BEGIN ENTRIES SHOWN

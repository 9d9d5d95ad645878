import type { ReactNode } from "react";
import { EVIDENCE, NOTE, PAIR } from "#src/components/page-look.ts";

/** Evidence, and beside it the note that comments on it; as `Pair.astro`. */
export function Pair({ children, note }: { children: ReactNode; note?: ReactNode }) {
  return (
    <div className={PAIR}>
      <div className={EVIDENCE}>{children}</div>
      {note && <div className={NOTE}>{note}</div>}
    </div>
  );
}

/** A note in the margin: a short heading and a few sentences. */
export function MarginNote({ title, children }: { title: string; children: ReactNode }) {
  return (
    <section>
      <h3 className="type-h3-margin mb-1">{title}</h3>
      <div className="flex flex-col gap-2">{children}</div>
    </section>
  );
}
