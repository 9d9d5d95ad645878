import { useEffect, useState, useSyncExternalStore } from "react";
import { BadIcon, CautionIcon, DoneIcon } from "./Icons.tsx";
import { closeToast, onToasts, type Toast, type ToastKind, toastsNow } from "./toasts.ts";

const STAYS_MS = 6000;
const NONE: readonly Toast[] = [];

/** The toasts of the page, bottom left (above the tally on a phone). One stands in the document layout. */
export default function Toasts() {
  const toasts = useSyncExternalStore(onToasts, toastsNow, () => NONE);
  return (
    <section
      aria-label="Messages"
      data-screen-only
      className="fixed bottom-[116px] left-4 z-40 flex max-w-[calc(100vw-2rem)] flex-col gap-2 tablet:bottom-8 tablet:left-12 tablet:max-w-[520px]"
    >
      <div role="status" className="flex flex-col gap-2">
        {toasts.map((toast) => (
          <ToastSlab key={toast.id} toast={toast} />
        ))}
      </div>
    </section>
  );
}

/** One slab: its own time runs out unless it is hovered, holds focus, or is a fault. */
export function ToastSlab({ toast }: { toast: Toast }) {
  const [held, setHeld] = useState(false);
  const stays = toast.kind === "fault" || held;
  useEffect(() => {
    if (stays) return;
    const timer = setTimeout(() => closeToast(toast.id), STAYS_MS);
    return () => clearTimeout(timer);
  }, [stays, toast.id]);

  return (
    // biome-ignore lint/a11y/noStaticElementInteractions: the pointer only holds the message; nothing is done by it.
    <div
      role={toast.kind === "fault" ? "alert" : undefined}
      className="flex animate-menu items-center gap-4 self-start rounded-control bg-ink px-[18px] py-[11px] text-paper type-note"
      onPointerEnter={() => setHeld(true)}
      onPointerLeave={() => setHeld(false)}
      onFocus={() => setHeld(true)}
      onBlur={() => setHeld(false)}
    >
      <ToastIcon kind={toast.kind} />
      <span className="tablet:max-w-[320px]">{toast.text}</span>
      {toast.action && (
        <ToastButton
          label={toast.action.label}
          onClick={() => {
            toast.action?.run();
            closeToast(toast.id);
          }}
        />
      )}
      {toast.kind === "fault" && <ToastButton label="Close" onClick={() => closeToast(toast.id)} />}
    </div>
  );
}

function ToastButton({ label, onClick }: { label: string; onClick: () => void }) {
  return (
    <button
      type="button"
      onClick={onClick}
      className="min-h-6 shrink-0 font-semibold underline decoration-[1.5px] underline-offset-4 focus-visible:outline-paper"
    >
      {label}
    </button>
  );
}

function ToastIcon({ kind }: { kind: ToastKind }) {
  if (kind === "fault")
    return <BadIcon className="size-[18px] shrink-0 text-bad-on-ink [--cut:var(--color-ink)]" />;
  if (kind === "caution")
    return <CautionIcon className="size-[18px] shrink-0 text-caution-on-ink [--cut:var(--color-ink)]" />;
  if (kind === "good")
    return <DoneIcon className="size-[18px] shrink-0 text-good-on-ink [--cut:var(--color-ink)]" />;
  return null;
}
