/**
 * What is waiting to be shown as a toast. A module's own store: every island of a page shares it, so any of them can
 * call `showToast` and the one `Toasts` island of the document shows it.
 */
export type ToastKind = "note" | "good" | "caution" | "fault";

export type ToastAction = { label: string; run: () => void };

export type Toast = { id: number; kind: ToastKind; text: string; action?: ToastAction };

/** At most two stand at once; the oldest that is no fault makes room. */
const MOST = 2;

let shown: readonly Toast[] = [];
let lastId = 0;
const listeners = new Set<() => void>();

function put(toasts: readonly Toast[]): void {
  shown = toasts;
  for (const listener of listeners) listener();
}

function makeRoom(toasts: readonly Toast[]): readonly Toast[] {
  if (toasts.length < MOST) return toasts;
  const leaves = toasts.find((toast) => toast.kind !== "fault") ?? toasts[0];
  return toasts.filter((toast) => toast !== leaves);
}

/** Shows a toast: a note for 6 seconds, a fault until it is closed. Returns its id. */
export function showToast(toast: { text: string; kind?: ToastKind; action?: ToastAction }): number {
  lastId += 1;
  put([...makeRoom(shown), { kind: "note", ...toast, id: lastId }]);
  return lastId;
}

export function closeToast(id: number): void {
  put(shown.filter((toast) => toast.id !== id));
}

export function toastsNow(): readonly Toast[] {
  return shown;
}

/** Calls back after every change; returns the way to stop. */
export function onToasts(listener: () => void): () => void {
  listeners.add(listener);
  return () => listeners.delete(listener);
}
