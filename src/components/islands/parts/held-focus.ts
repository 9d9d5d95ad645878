import { type KeyboardEvent, type RefObject, useEffect, useRef } from "react";

const FOCUSABLE =
  'a[href], button, input:not([type="hidden"]), select, textarea, summary, [tabindex]:not([tabindex="-1"])';

/** Keeps Tab and Shift Tab inside a modal: from its last control to its first and back. */
export function holdFocus(press: KeyboardEvent<HTMLElement>): void {
  if (press.key !== "Tab") return;
  const all = [...press.currentTarget.querySelectorAll<HTMLElement>(FOCUSABLE)].filter(
    (control) => !(control as HTMLButtonElement).disabled && control.getAttribute("aria-hidden") !== "true",
  );
  const [first, last] = [all[0], all.at(-1)];
  const leaving = press.shiftKey ? first : last;
  if (document.activeElement !== leaving && press.currentTarget.contains(document.activeElement)) return;
  press.preventDefault();
  (press.shiftKey ? last : first)?.focus();
}

/** Remembers what has focus now; calling the answer gives it back, if it is still on the page. */
export function focusToReturn(): () => void {
  const before = document.activeElement;
  return () => {
    if (before instanceof HTMLElement && before.isConnected) before.focus({ preventScroll: true });
  };
}

/**
 * A modal in step with `open`: what lies behind is inert, focus starts at `start` and goes back to where it was.
 * Returns the ref of its `<dialog>`.
 */
export function useModal(
  open: boolean,
  start: RefObject<HTMLElement | null>,
): RefObject<HTMLDialogElement | null> {
  const box = useRef<HTMLDialogElement>(null);
  useEffect(() => {
    const dialog = box.current;
    if (!dialog || !open) return;
    const giveBack = focusToReturn();
    dialog.showModal();
    start.current?.focus();
    return () => {
      dialog.close();
      giveBack();
    };
  }, [open, start]);
  return box;
}
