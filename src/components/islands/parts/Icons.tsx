/**
 * The signs of the product, drawn because the typeface has no ticks or arrows. Each takes its colour from the text
 * (`currentColor`); the cut-out of a filled sign takes `--cut`, paper unless told. They are decoration beside words:
 * always hidden from screen readers.
 */
import type { ReactNode } from "react";

export type IconProps = { className?: string };

function Sign({ className = "size-[18px]", children }: IconProps & { children: ReactNode }) {
  return (
    <svg
      viewBox="0 0 18 18"
      className={`inline-block shrink-0 ${className}`}
      aria-hidden="true"
      focusable="false"
    >
      {children}
    </svg>
  );
}

const stroke = {
  fill: "none",
  stroke: "currentColor",
  strokeLinecap: "round",
  strokeLinejoin: "round",
} as const;
const cut = "var(--cut, var(--color-paper))";

/** Bare tick: settled, fits, better. */
export function TickIcon({ className }: IconProps) {
  return (
    <Sign className={className}>
      <path
        d="M3.2 9.6l3.9 4 7.7-9.4"
        {...stroke}
        strokeWidth={2.4}
        strokeLinecap="butt"
        strokeLinejoin="miter"
      />
    </Sign>
  );
}

/** Disc with tick: good, done, chosen. */
export function DoneIcon({ className }: IconProps) {
  return (
    <Sign className={className}>
      <circle cx={9} cy={9} r={7.8} fill="currentColor" />
      <path d="M5.2 9.3l2.7 2.7 5-5.6" fill="none" stroke={cut} strokeWidth={2} />
    </Sign>
  );
}

/** Triangle with mark: caution, to settle. */
export function CautionIcon({ className }: IconProps) {
  return (
    <Sign className={className}>
      <path
        d="M9 1.8L17 16H1Z"
        fill="currentColor"
        stroke="currentColor"
        strokeWidth={1}
        strokeLinejoin="round"
      />
      <path d="M9 6.6v4.6" stroke={cut} strokeWidth={2} />
      <path d="M9 12.4v2" stroke={cut} strokeWidth={2} />
    </Sign>
  );
}

/** Square with cross: bad, does not fit. */
export function BadIcon({ className }: IconProps) {
  return (
    <Sign className={className}>
      <rect x={1.5} y={1.5} width={15} height={15} fill="currentColor" />
      <path d="M5.6 5.6l6.8 6.8M12.4 5.6l-6.8 6.8" stroke={cut} strokeWidth={2} />
    </Sign>
  );
}

/** Dashed open ring: waiting for somebody. */
export function WaitingIcon({ className }: IconProps) {
  return (
    <Sign className={className}>
      <circle
        cx={9}
        cy={9}
        r={7}
        fill="none"
        stroke="currentColor"
        strokeWidth={2}
        strokeDasharray="2.9 2.6"
      />
    </Sign>
  );
}

/** Equals sign: opens a working. */
export function EqualsIcon({ className }: IconProps) {
  return (
    <Sign className={className}>
      <path d="M3 6.4h12M3 11.6h12" stroke="currentColor" strokeWidth={2.2} />
    </Sign>
  );
}

export function SearchIcon({ className }: IconProps) {
  return (
    <Sign className={className}>
      <circle cx={7.6} cy={7.6} r={4.9} fill="none" stroke="currentColor" strokeWidth={2} />
      <path d="M11.3 11.3l4.6 4.6" stroke="currentColor" strokeWidth={2.4} />
    </Sign>
  );
}

/** Down mark of a choice. */
export function DownIcon({ className }: IconProps) {
  return (
    <Sign className={className}>
      <path
        d="M4.6 6.9L9 11.3l4.4-4.4"
        {...stroke}
        strokeWidth={2.2}
        strokeLinecap="butt"
        strokeLinejoin="miter"
      />
    </Sign>
  );
}

export function UpIcon({ className }: IconProps) {
  return (
    <Sign className={className}>
      <path
        d="M4.6 11.1L9 6.7l4.4 4.4"
        {...stroke}
        strokeWidth={2.2}
        strokeLinecap="butt"
        strokeLinejoin="miter"
      />
    </Sign>
  );
}

export function LeftIcon({ className }: IconProps) {
  return (
    <Sign className={className}>
      <path
        d="M15 9H4M8 4.6L3.6 9 8 13.4"
        {...stroke}
        strokeWidth={2}
        strokeLinecap="butt"
        strokeLinejoin="miter"
      />
    </Sign>
  );
}

export function RightIcon({ className }: IconProps) {
  return (
    <Sign className={className}>
      <path
        d="M3 9h11M10 4.6L14.4 9 10 13.4"
        {...stroke}
        strokeWidth={2}
        strokeLinecap="butt"
        strokeLinejoin="miter"
      />
    </Sign>
  );
}

export function MinusIcon({ className }: IconProps) {
  return (
    <Sign className={className}>
      <path d="M3.4 9h11.2" stroke="currentColor" strokeWidth={2} />
    </Sign>
  );
}

export function PlusIcon({ className }: IconProps) {
  return (
    <Sign className={className}>
      <path d="M3.4 9h11.2M9 3.4v11.2" stroke="currentColor" strokeWidth={2} />
    </Sign>
  );
}

export function PrintIcon({ className }: IconProps) {
  return (
    <Sign className={className}>
      <path d="M5 6.5V2.5h8v4M5 13H2.5V6.5h13V13H13M5 10.5h8v5H5Z" {...stroke} strokeWidth={1.6} />
    </Sign>
  );
}

/** A sheet with a table: an uploaded list. */
export function SheetIcon({ className }: IconProps) {
  return (
    <Sign className={className}>
      <path
        d="M3 1.5h8.5L15 5v11.5H3ZM11.5 1.5V5H15M5.2 8h7.6M5.2 10.6h7.6M5.2 13.2h7.6M7.8 8v5.2"
        {...stroke}
        strokeWidth={1.1}
      />
    </Sign>
  );
}

/** Ring with a gap: at work. It turns; with less motion asked for it stands beside its word. */
export function BusyIcon({ className }: IconProps) {
  return (
    <Sign className={`motion-safe:animate-ring ${className ?? "size-[18px]"}`}>
      <circle
        cx={9}
        cy={9}
        r={6.6}
        fill="none"
        stroke="currentColor"
        strokeWidth={3}
        strokeDasharray="31 10.5"
      />
    </Sign>
  );
}
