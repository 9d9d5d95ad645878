import { useSyncExternalStore } from "react";
import { PHONE } from "#src/components/phone-width.ts";

function watch(changed: () => void): () => void {
  const query = matchMedia(PHONE);
  query.addEventListener("change", changed);
  return () => query.removeEventListener("change", changed);
}

/** Whether the page is as narrow as a phone; on the server, no. */
export function usePhone(): boolean {
  return useSyncExternalStore(
    watch,
    () => matchMedia(PHONE).matches,
    () => false,
  );
}
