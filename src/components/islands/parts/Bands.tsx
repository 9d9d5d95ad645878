import {
  BANDS_BOX,
  type BandsWidth,
  BODY_PATH,
  bandsInWords,
  drawnBands,
  edgeStripes,
} from "#src/components/bands-picture.ts";
import { type BandColour, runBands } from "#src/partslist/run-bands.ts";

export type BandsProps = {
  colours: readonly BandColour[];
  /** The last colour is a tolerance and lies on the right cap: true for resistors, never for runs. */
  tolerance?: boolean;
  width?: BandsWidth;
  className?: string;
};

/** An axial body with its colour bands. The figure always stands beside it in words. */
export function Bands({ colours, tolerance, width = 92, className }: BandsProps) {
  return (
    <svg
      role="img"
      aria-label={bandsInWords(colours)}
      data-real-object
      viewBox={`0 0 ${BANDS_BOX.width} ${BANDS_BOX.height}`}
      width={width}
      height={Math.round((width * BANDS_BOX.height) / BANDS_BOX.width)}
      className={`inline-block shrink-0 ${className ?? ""}`}
    >
      <path d="M0 27H206" strokeWidth={5} className="stroke-tin-metal" />
      <path d={BODY_PATH} className="fill-band-body" />
      {drawnBands(colours, tolerance).map((band) => (
        <rect
          key={band.x}
          x={band.x}
          y={band.y}
          width={band.width}
          height={band.height}
          fill={`var(--color-band-${band.colour})`}
          stroke="#1b1b1b"
          strokeOpacity={0.3}
          strokeWidth={0.75}
          vectorEffect="non-scaling-stroke"
        />
      ))}
      <path
        d="M26.5 37H179.5V42Q179.5 53 169 53H147C142 53 141 46 136 46H70C65 46 64 53 59 53H37Q26.5 53 26.5 42Z"
        fill="#1b2322"
        fillOpacity={0.1}
      />
      <path
        d={BODY_PATH}
        fill="none"
        strokeWidth={1.2}
        vectorEffect="non-scaling-stroke"
        className="stroke-outline"
      />
    </svg>
  );
}

/** The bands that stand for a run of kits. */
export function RunBands({ kits, ...rest }: { kits: number } & Omit<BandsProps, "colours" | "tolerance">) {
  return <Bands {...rest} colours={runBands(kits)} />;
}

/** The left edge of a kit label: the same bands as full-height stripes; no run, no stripes. */
export function BandEdge({ kits, className }: { kits: number | null; className?: string }) {
  const colours = kits === null ? [] : runBands(kits);
  const lefts = edgeStripes(colours.length);
  return (
    <svg
      role={colours.length > 0 ? "img" : undefined}
      aria-label={colours.length > 0 ? bandsInWords(colours) : undefined}
      aria-hidden={colours.length === 0 || undefined}
      data-real-object
      width={38}
      height="100%"
      className={`border-r-[1.5px] border-rule-2 ${className ?? ""}`}
    >
      <rect width="100%" height="100%" className="fill-band-body" />
      {colours.map((colour, place) => (
        <rect
          // biome-ignore lint/suspicious/noArrayIndexKey: a band is its place.
          key={place}
          x={lefts[place]}
          y={-1}
          width={8}
          height="102%"
          fill={`var(--color-band-${colour})`}
          stroke="#1b1b1b"
          strokeOpacity={0.3}
        />
      ))}
    </svg>
  );
}
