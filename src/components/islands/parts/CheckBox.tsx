import { type InputHTMLAttributes, type ReactNode, useId } from "react";
import { TickIcon } from "./Icons.tsx";

export type CheckBoxProps = Omit<InputHTMLAttributes<HTMLInputElement>, "type" | "className"> & {
  label: ReactNode;
  hint?: ReactNode;
  wrong?: string;
  className?: string;
};

/** A box of 24 with a drawn tick; box and label are one target, 40 tall. */
export function CheckBox({ label, hint, wrong, className, ...rest }: CheckBoxProps) {
  const id = useId();
  return (
    <div className={className}>
      <label className="type-table inline-flex min-h-10 items-start gap-3 py-2">
        <span className="relative -my-px inline-flex size-6 shrink-0">
          <input
            type="checkbox"
            {...rest}
            aria-describedby={hint || wrong ? id : undefined}
            className="peer size-6 appearance-none rounded-chip border-2 border-ink bg-sheet checked:border-petrol checked:bg-petrol disabled:border-dashed disabled:border-rule-2 disabled:bg-tint"
          />
          <TickIcon className="pointer-events-none invisible absolute inset-[3px] size-[18px] text-on-petrol peer-checked:visible" />
        </span>
        <span>{label}</span>
      </label>
      {(hint || wrong) && (
        <p id={id} className={`type-label pl-9 ${wrong ? "font-semibold text-bad" : "text-ink-2"}`}>
          {wrong ?? hint}
        </p>
      )}
    </div>
  );
}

END ENTRIES SHOWN

== TASK ==
Every line in the entries above that mentions the word "ReactNode" must be shown.

== YOUR RESPONSE ==
import type { ReactNode } from "react";
export function Pair({ children, note }: { children: ReactNode; note?: ReactNode }) {
export function MarginNote({ title, children }: { title: string; children: ReactNode }) {
import type { ReactNode } from "react";
function Sign({ className = "size-[18px]", children }: IconProps & { children: ReactNode }) {
import { type InputHTMLAttributes, type ReactNode, useId } from "react";
  label: ReactNode;
  hint?: ReactNode;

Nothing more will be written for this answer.